Photograph courtesy Goldman Environmental Prize/John Antonelli
What can stop gun-wielding poachers, corrupt government officials, and powerful foreign interests from decimating Africa's endangered wildlife? Sunflowers. At least it can if you're Hammerskjoeld "Hammer" Simwinga, the tenacious conservationist who has used creative sustainable development ideas to restore Zambia's North Luangwa National Park and transform poverty-stricken villages.
When Simwinga began work with the North Luangwa Conservation Project in 1994, the local economy was almost entirely dependent upon illegal poaching, so rampant it had virtually erased dozens of species from the national park.
"Instead of going to school, children risked their lives walking deep into the forest to help poachers. Health standards were horrible, families were penniless, and wildlife had disappeared," Simwinga remembers.
Slowly, one village at a time, Simwinga introduced alternatives such as sunflower planting and processing for oil, beekeeping to generate profits while saving trees, and sustainable farming to improve both soil and nutrition. The NGO he eventually created, North Luangwa Wildlife Conservation and Community Development Programme, has helped more than 35,000 people and 60 villages. Along with new agricultural techniques, Simwinga's projects have reduced child mortality by introducing critical midwifery training and pregnancy care. Community schools have also been built through his program, helping local children learn to read, write, and go on to secondary school for the first time.

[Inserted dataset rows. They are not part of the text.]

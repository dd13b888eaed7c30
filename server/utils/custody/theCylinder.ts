import { z } from 'zod'
import type { Database } from '../database/database'
import { problem } from '../http/problem'
import { findCylinder } from './findCylinder'

/** {ref}: an id, a label code or a stamped serial. */
export const cylinderParams = z.strictObject({ ref: z.string().min(1).max(80) })

/** The id of the cylinder that a reference names. Errors: problem 404. */
export async function theCylinder(db: Database, ref: string): Promise<string> {
  const id = await findCylinder(db, ref)
  if (!id) throw problem(404, 'No such cylinder', 'No cylinder has this code, serial or id.')
  return id
}
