import { existsSync } from 'node:fs'
import { join } from 'node:path'
import { setImmediate as nextTurn } from 'node:timers/promises'
import { foldAsItStood, instantOf, type Past } from '../../../utils/custody/asItStood'
import { openDatabase, type Database } from '../database/database'
import { directory, lendDirectory, type Directory } from '../directory/directory'
import { pastCache } from './caches'
import { foldContext } from './foldContext'
import { cylindersAfter, logsOf } from './logPages'
import { pastFolder } from './pastFolder'
import { SAID_OF } from './rebuild'
import { refreshedRows } from './refreshedRows'

const TABLES = ['cylinders', 'label_claims', 'halves']
const ROWS_AT_ONCE = 200

/** A database that holds the fleet as it stood at a past instant; it is read like that of the present. */
export interface PastDatabase { db: Database, atMs: number, remove: () => void }

/**
 * Databases of a past that nobody reads any more. The driver keeps the descriptors of a closed file, and with them its
 * place on the disk: so none is closed, and the next past is made in the same file.
 */
const spare = new WeakMap<Database, Database[]>()

/** An empty database for a past instant, in a file that no other past uses until {@link PastDatabase.remove} gives it up. */
export async function openPastDatabase(db: Database, past: Past): Promise<PastDatabase> {
  const [from, { rows }] = await Promise.all([directory(db), db.readClient.execute({
    sql: `SELECT sql FROM sqlite_master WHERE type IN ('table', 'index') AND sql IS NOT NULL AND tbl_name IN (${TABLES.map(() => '?').join(', ')}) ORDER BY type DESC`,
    args: TABLES,
  })])
  const spares = spare.get(db) ?? []
  spare.set(db, spares)
  const own = takeOne(spares) ?? await openDatabase(`file:${join(pastFolder(), 'past.db')}`)
  lendDirectory(own, from)
  try {
    await own.write([
      ...[...TABLES, 'places'].map(table => `DROP TABLE IF EXISTS ${table}`),
      ...rows.map(row => row[0] as string),
      'CREATE TABLE places (id TEXT PRIMARY KEY, name TEXT NOT NULL, parent_id TEXT)',
      ...[...from.places.values()].map(({ id, name, parentId }) => ({ sql: 'INSERT INTO places VALUES (?, ?, ?)', args: [id, name, parentId] })),
    ])
  }
  catch (error) {
    spares.push(own)
    throw error
  }
  return { db: own, atMs: instantOf(past), remove: () => void spares.push(own) }
}

/** One of these; not one whose file was swept away meanwhile, as systems do with what lies long among their temporary files. */
function takeOne(spares: Database[]): Database | undefined {
  const own = spares.pop()
  if (own === undefined || (own.file !== null && existsSync(own.file))) return own
  own.close()
  return takeOne(spares)
}

/** Fills a past database with cylinders as their logs, read from the present one, had them. */
export async function fillPast(db: Database, into: PastDatabase, past: Past, ids: readonly string[]): Promise<number> {
  const from: Directory = await directory(into.db)
  const logs = await logsOf(db, ids)
  await into.db.write([...logs].flatMap(([id, events]) => {
    const folded = foldAsItStood(events, foldContext(from), past)
    return folded === null ? [] : pastCache(id, folded, from, into.atMs)
  }))
  return [...logs.values()].reduce((sum, events) => sum + events.length, 0)
}

/** Fills a past database with the whole fleet, some cylinders at a time. */
export async function fillPastFleet(db: Database, into: PastDatabase, past: Past, tell: (events: number) => void): Promise<void> {
  for (let after: string | null = ''; after !== null;) {
    const { ids, last }: Awaited<ReturnType<typeof cylindersAfter>> = await cylindersAfter(db, after)
    tell(await fillPast(db, into, past, ids))
    after = last
    await nextTurn()
  }
  await joinBothSides(into)
}

/** Once its cylinders are in it, the rows that rest on what other cylinders' logs said. */
async function joinBothSides({ db, atMs }: PastDatabase): Promise<void> {
  const ids = (await db.readClient.execute(SAID_OF)).rows.map(row => row[0] as string)
  for (let at = 0; at < ids.length; at += ROWS_AT_ONCE) {
    await db.write(await refreshedRows(db, ids.slice(at, at + ROWS_AT_ONCE), atMs))
    await nextTurn()
  }
}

"Communities that had no local businesses before now have long stretches of shops, young people with entrepreneurial skills, and families that are making and saving money," he observes. Since all programs are tied to conservation efforts, the national park has blossomed along with the economy. Poaching is virtually eliminated, and more than 50 animal species have returned, even in areas where they had never been sighted before. Safari groups and lodges now dot the landscape, bringing jobs and ecotourism dollars to villagers. "All of this is seen as a direct result of working with us to protect and preserve the park," Simwinga says. "Today, local people truly appreciate, enjoy, and value the wildlife that has returned."

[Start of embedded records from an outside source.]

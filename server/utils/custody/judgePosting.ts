import type { Access } from '../../../utils/access/roles'
import type { AnyCustodyEvent, AnyRecordedEvent } from '../../../utils/custody/event'
import { pairIdOf } from '../../../utils/custody/half'
import { maySupervise } from '../people/maySupervise'
import type { Group } from './group'
import { refuse, refusalOf, type ParsedPost, type Refusal } from './judge'
import { recordedEvent, type LogRow } from './logRow'
import type { EventResult, Posting } from './posting'
import { sealedRow } from './sealedRow'

/** A posting as it was read. */
export interface ReadPosting {
  posting: Posting
  parsed: (ParsedPost | Refusal)[]
  /** Which of its events are stored or refused together, by position. */
  units: number[][]
}

/** What becomes of each event, and the lines that are to be written. */
export interface Judged { results: EventResult[], rows: LogRow[] }

/**
 * Judges the events of one posting in their order, each on what the ones before it have made of the cylinder. Where half
 * of a pair is refused, or the correction of a half, all are judged again without the other's, and so on.
 */
export function judgePosting(one: ReadPosting, now: Group): Judged {
  const before = now.mark()
  const heldBack = new Set<number>()
  for (;;) {
    const judged = judgeOnce(one, now, heldBack)
    const torn = [...one.units, ...mendedPairs(one, now)].filter(unit => ['accepted', 'refused'].every(outcome => unit.some(at => judged.results[at]?.outcome === outcome)))
    if (torn.length === 0) return judged
    torn.flat().forEach(at => heldBack.add(at))
    now.backTo(before)
  }
}

/** The corrections of both halves of a pair, by position: the log names the pair, they need not. */
function mendedPairs({ parsed }: ReadPosting, now: Group): number[][] {
  const byPair = new Map<string, { at: number, cylinderId: string }[]>()
  parsed.forEach((post, at) => {
    if (!('event' in post) || post.event.kind !== 'corrected') return
    const { cylinderId, details: { eventId } } = post.event
    const mended = now.eventsOf(cylinderId).find(({ id }) => id === eventId)
    const pairId = mended ? pairIdOf(mended.kind, mended.details) : null
    if (pairId !== null) byPair.set(pairId, [...byPair.get(pairId) ?? [], { at, cylinderId }])
  })
  return [...byPair.values()].filter(all => new Set(all.map(({ cylinderId }) => cylinderId)).size > 1).map(all => all.map(({ at }) => at))
}

/** @param heldBack positions of events that are not to be stored, for the other half of their pair is refused. */
function judgeOnce(one: ReadPosting, now: Group, heldBack: ReadonlySet<number>): Judged {
  const results: EventResult[] = []
  const rows: LogRow[] = []
  const before = now.mark()
  for (const [index, post] of one.parsed.entries()) {
    const raw = one.posting.events[index]
    if ('refused' in post) {
      results.push(resultOf(raw, post))
      continue
    }
    const { event } = post
    const stored = now.stored(event.id)
    if (stored) {
      results.push(stored.contentHash === post.contentHash
        ? { id: event.id, outcome: 'duplicate', seq: stored.seq, version: stored.version }
        : resultOf(raw, refuse(409, 'Another event has this id', 'The log keeps what was recorded first. Record this as a new event.')))
      continue
    }
    const refusal = refusalOf(event, one.posting.access, () => now.eventsOf(event.cylinderId), now.known, one.posting.now, one.posting.dispatch !== undefined)
    if (refusal ?? heldBack.has(index)) {
      results.push(resultOf(raw, refusal ?? OTHER_HALF_REFUSED))
      continue
    }
    const row = sealedRow(post, one.posting, now.headOf(event.cylinderId), now.nextSeq(), supervisorOf(event, one.posting.access, now))
    now.add(row, recordedEvent(row) as AnyRecordedEvent)
    rows.push(row)
    results.push({ id: event.id, outcome: 'accepted', seq: row.seq, version: row.version })
  }
  // A dispatch leaves whole or not at all.
  if (one.posting.dispatch && results.some(result => result.outcome === 'refused')) {
    now.backTo(before)
    return { results: results.map(result => result.outcome === 'accepted' ? { id: result.id, outcome: 'refused', problem: HELD_BACK } : result), rows: [] }
  }
  return { results, rows }
}

/** Whom the line names as supervisor: of a trainee's entry only one who may be it. What was done is kept either way. */
function supervisorOf({ supervisorId }: AnyCustodyEvent, { personId, trainee }: Access, { directory }: Group): string | null {
  if (supervisorId === undefined) return null
  return !trainee || maySupervise(directory, supervisorId, personId) ? supervisorId : null
}

const OTHER_HALF_REFUSED: Refusal = {
  refused: {
    ...refuse(409, 'Its other half was refused', 'Half of what happened between two cylinders is not recorded alone. Mend the other half and send both again.').refused,
    type: 'other-half-refused',
  },
}
const HELD_BACK = refuse(409, 'Held back', 'Another line of the same dispatch was refused, so none was recorded.').refused

/** The answer to a refused event. */
export function resultOf(raw: unknown, refusal: Refusal): EventResult {
  return { id: idOf(raw), outcome: 'refused', problem: refusal.refused }
}

/** The id of an event as it was sent; '' where it has none. */
export function idOf(raw: unknown): string {
  const id = (raw as { id?: unknown } | null)?.id
  return typeof id === 'string' ? id.slice(0, 100) : ''
}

The 20-year road to success has been marked by struggles that might easily have convinced a less determined individual to abandon the besieged area. "Poachers and politicians were very angry when our programs began empowering communities and reducing dependence on illegal bush trading," Simwinga recalls. "Our entire staff was in great danger. At one point all our projects were seized by the former government, and we completely ran out of funds."
Working alone and often walking 19 miles between villages, he kept the program alive by developing a strong micro-lending system within communities. "People started managing the little money they had, and we built on that," he recalls. "That's really our entire philosophy—to build on small things. It forces us to perfect our ideas to make them work harder." The program's effectiveness can also be traced to an approach that makes villagers and local leaders part of the process every step of the way, creating a sense of ownership and community-wide participation.
Ultimately, Simwinga believes, conservation can save not only wildlife but his continent. "Economies in Africa depend on how well we take care of our environment. It's our most unique asset. If we wipe it out, we wipe out our future. We're bringing that message to the children, but it still depends on how well adults take care of what we have right now—whether we choose to plant a tree or cut one down. Sustainability has always been part of our culture. We need to return to those roots. As human beings, we have a higher responsibility toward the natural world. The moment a person destroys the environment, he destroys himself."